═══ Input
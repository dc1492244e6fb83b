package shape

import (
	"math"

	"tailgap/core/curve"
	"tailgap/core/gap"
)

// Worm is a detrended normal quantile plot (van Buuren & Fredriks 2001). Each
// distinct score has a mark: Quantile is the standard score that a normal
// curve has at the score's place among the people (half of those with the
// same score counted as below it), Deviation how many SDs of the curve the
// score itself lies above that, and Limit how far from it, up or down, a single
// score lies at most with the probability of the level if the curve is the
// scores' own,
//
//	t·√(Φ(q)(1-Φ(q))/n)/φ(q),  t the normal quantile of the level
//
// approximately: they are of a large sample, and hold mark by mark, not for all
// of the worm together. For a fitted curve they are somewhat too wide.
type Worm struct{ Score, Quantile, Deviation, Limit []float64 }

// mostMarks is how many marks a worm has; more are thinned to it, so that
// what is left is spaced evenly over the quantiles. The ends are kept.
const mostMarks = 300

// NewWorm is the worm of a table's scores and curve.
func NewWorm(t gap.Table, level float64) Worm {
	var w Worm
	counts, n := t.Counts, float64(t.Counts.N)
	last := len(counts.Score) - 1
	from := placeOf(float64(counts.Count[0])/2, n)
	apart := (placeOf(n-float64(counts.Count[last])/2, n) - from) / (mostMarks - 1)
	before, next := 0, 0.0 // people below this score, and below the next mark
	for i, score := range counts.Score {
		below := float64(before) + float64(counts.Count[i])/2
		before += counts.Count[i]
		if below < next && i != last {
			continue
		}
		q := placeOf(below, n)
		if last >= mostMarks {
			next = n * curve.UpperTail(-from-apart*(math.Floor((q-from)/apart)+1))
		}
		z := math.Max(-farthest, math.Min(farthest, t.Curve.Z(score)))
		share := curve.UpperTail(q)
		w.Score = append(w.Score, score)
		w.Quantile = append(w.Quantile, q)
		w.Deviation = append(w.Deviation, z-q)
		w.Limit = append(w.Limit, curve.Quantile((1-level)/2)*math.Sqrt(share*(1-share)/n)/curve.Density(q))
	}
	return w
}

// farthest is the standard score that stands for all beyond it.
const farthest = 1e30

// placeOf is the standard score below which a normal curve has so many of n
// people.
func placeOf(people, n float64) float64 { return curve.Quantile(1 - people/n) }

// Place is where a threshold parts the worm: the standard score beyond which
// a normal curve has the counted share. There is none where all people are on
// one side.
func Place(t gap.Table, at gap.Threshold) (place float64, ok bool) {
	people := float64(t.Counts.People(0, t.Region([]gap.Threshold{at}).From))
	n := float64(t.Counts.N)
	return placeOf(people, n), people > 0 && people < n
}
══════
═══ Input
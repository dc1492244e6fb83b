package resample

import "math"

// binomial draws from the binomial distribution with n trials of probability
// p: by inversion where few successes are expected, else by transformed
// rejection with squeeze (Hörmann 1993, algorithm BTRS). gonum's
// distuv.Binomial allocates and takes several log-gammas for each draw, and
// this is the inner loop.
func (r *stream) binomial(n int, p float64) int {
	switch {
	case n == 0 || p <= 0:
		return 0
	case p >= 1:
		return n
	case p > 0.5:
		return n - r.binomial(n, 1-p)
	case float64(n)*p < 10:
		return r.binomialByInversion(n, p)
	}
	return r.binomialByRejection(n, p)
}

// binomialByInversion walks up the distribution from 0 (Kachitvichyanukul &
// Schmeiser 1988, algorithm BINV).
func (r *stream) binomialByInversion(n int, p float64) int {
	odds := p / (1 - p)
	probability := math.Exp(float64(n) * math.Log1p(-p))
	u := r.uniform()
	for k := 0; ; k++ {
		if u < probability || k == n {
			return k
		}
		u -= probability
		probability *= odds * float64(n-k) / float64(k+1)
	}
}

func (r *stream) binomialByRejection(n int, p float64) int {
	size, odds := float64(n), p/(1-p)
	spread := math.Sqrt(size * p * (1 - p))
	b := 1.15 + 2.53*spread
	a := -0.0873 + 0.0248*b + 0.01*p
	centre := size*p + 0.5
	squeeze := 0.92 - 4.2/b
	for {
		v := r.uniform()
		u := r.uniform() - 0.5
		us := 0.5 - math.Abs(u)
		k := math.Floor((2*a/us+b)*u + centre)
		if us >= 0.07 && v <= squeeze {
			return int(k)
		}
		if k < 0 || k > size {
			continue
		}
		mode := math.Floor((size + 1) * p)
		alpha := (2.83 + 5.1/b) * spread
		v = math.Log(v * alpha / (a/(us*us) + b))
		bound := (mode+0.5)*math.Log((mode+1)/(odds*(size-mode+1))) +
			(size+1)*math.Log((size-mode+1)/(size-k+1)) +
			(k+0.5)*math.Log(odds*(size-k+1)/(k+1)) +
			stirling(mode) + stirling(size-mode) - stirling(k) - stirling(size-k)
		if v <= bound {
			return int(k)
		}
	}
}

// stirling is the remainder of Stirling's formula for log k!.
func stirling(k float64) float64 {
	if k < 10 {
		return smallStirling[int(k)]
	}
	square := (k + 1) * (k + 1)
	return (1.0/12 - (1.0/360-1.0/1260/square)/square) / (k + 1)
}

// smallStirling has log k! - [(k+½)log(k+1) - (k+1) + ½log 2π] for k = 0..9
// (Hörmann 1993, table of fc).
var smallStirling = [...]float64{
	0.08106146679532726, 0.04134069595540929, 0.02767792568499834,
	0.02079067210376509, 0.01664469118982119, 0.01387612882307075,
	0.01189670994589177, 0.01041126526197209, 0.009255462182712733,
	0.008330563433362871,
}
══════
═══ Input
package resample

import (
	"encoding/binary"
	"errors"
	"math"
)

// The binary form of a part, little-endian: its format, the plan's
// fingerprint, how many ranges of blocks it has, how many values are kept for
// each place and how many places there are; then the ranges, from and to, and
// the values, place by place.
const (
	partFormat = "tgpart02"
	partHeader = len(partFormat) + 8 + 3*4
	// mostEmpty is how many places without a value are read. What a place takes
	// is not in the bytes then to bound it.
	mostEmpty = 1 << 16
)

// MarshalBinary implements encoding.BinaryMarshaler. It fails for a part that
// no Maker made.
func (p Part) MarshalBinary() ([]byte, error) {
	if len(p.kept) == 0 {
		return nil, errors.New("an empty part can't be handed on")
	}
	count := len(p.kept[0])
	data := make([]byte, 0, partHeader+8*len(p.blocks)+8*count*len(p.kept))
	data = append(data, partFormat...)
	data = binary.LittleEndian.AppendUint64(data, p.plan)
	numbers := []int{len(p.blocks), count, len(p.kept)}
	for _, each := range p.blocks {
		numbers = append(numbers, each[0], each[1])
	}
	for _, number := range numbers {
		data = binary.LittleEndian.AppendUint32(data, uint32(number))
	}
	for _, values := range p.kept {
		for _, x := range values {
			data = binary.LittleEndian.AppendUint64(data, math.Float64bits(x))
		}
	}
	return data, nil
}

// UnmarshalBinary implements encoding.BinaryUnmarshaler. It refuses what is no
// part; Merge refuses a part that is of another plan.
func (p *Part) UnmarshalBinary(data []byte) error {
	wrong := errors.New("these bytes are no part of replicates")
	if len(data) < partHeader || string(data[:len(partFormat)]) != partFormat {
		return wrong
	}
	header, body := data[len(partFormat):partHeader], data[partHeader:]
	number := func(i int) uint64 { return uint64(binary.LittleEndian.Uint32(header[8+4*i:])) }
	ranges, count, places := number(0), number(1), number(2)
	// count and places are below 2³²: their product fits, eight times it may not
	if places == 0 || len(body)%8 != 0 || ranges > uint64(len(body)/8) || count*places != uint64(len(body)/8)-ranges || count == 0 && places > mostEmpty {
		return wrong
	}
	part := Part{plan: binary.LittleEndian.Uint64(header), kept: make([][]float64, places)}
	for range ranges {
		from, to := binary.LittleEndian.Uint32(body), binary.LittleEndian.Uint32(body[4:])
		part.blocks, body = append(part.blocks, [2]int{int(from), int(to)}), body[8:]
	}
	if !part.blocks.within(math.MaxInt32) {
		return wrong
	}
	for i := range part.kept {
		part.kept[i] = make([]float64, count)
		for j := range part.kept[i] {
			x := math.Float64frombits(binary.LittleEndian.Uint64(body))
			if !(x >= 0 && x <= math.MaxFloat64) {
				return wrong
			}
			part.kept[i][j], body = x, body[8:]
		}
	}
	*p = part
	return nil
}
══════
**Work request:** Check each line above for the word "stream". Then state how many lines contain it, and nothing more.

**Output for this task:** 3